:: Given records
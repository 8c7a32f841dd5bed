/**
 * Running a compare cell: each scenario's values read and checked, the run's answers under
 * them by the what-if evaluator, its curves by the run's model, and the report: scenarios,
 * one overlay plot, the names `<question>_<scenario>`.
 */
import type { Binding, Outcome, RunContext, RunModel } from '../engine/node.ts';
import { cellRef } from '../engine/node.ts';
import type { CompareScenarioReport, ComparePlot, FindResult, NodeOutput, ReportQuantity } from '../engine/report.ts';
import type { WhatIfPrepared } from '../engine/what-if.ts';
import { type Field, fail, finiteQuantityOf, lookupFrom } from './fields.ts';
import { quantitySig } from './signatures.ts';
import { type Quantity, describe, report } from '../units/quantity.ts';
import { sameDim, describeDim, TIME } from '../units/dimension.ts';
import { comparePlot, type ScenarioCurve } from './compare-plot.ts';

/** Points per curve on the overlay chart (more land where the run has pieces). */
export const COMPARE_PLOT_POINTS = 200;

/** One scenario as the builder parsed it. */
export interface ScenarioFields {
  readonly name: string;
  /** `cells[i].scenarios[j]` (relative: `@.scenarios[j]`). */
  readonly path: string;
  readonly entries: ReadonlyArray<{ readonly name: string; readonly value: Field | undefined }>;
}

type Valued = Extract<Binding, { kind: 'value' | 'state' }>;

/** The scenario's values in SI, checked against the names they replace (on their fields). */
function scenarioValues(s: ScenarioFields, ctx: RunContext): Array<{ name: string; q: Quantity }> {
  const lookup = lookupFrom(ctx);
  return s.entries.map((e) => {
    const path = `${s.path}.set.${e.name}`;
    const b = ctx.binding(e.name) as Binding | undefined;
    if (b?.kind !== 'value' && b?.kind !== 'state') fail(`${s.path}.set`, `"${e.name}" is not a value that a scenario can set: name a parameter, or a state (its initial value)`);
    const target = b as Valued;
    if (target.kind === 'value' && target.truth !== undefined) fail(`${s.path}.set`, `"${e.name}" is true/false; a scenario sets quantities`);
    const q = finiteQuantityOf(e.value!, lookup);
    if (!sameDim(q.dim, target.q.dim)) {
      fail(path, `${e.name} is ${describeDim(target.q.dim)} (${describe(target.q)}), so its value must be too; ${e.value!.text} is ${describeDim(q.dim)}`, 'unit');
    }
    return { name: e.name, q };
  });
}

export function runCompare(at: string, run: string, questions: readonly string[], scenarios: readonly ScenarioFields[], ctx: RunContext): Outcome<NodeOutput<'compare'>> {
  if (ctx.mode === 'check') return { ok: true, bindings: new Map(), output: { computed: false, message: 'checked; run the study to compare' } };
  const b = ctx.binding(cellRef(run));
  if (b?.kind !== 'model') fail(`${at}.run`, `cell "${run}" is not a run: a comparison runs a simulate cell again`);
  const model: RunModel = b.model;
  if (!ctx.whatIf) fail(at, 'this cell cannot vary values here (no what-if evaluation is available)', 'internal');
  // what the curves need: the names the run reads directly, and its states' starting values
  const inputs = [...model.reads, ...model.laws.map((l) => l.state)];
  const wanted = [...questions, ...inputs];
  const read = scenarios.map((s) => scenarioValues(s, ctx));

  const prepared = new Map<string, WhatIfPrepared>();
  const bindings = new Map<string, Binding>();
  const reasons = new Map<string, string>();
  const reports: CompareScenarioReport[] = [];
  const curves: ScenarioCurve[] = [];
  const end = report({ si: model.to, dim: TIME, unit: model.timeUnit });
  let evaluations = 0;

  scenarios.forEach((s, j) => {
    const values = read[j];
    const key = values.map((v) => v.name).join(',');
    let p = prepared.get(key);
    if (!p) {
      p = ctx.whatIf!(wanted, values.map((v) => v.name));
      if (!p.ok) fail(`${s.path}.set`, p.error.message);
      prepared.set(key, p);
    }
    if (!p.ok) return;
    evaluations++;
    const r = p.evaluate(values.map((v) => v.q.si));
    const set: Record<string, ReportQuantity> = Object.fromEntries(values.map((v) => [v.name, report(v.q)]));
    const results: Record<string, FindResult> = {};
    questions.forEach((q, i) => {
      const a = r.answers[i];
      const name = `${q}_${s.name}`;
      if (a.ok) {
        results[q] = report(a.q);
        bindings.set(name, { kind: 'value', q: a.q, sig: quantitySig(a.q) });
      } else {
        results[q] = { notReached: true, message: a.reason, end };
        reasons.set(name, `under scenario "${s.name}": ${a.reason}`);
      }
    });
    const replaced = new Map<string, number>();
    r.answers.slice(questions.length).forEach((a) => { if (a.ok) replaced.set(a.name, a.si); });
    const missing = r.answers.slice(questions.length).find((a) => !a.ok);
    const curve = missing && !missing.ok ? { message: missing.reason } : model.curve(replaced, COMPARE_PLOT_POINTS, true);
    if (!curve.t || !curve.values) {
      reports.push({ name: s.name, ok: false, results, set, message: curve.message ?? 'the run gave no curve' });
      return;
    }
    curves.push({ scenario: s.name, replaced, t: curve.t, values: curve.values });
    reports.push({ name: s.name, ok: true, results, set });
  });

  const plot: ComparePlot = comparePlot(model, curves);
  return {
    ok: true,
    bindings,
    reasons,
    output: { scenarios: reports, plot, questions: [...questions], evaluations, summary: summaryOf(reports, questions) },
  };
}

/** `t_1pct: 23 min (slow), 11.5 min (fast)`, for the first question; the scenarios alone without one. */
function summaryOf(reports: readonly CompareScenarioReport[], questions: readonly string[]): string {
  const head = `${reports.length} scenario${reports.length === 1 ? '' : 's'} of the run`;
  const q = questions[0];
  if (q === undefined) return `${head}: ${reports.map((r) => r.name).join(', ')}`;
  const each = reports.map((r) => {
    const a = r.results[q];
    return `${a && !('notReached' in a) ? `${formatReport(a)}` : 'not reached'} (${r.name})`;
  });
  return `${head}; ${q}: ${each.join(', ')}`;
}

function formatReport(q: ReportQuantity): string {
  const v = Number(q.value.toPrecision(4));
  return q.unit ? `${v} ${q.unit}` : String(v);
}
::::
**Task**
How many lines in the entries contain the string "bindings"? Give the number only.

**Answer**
4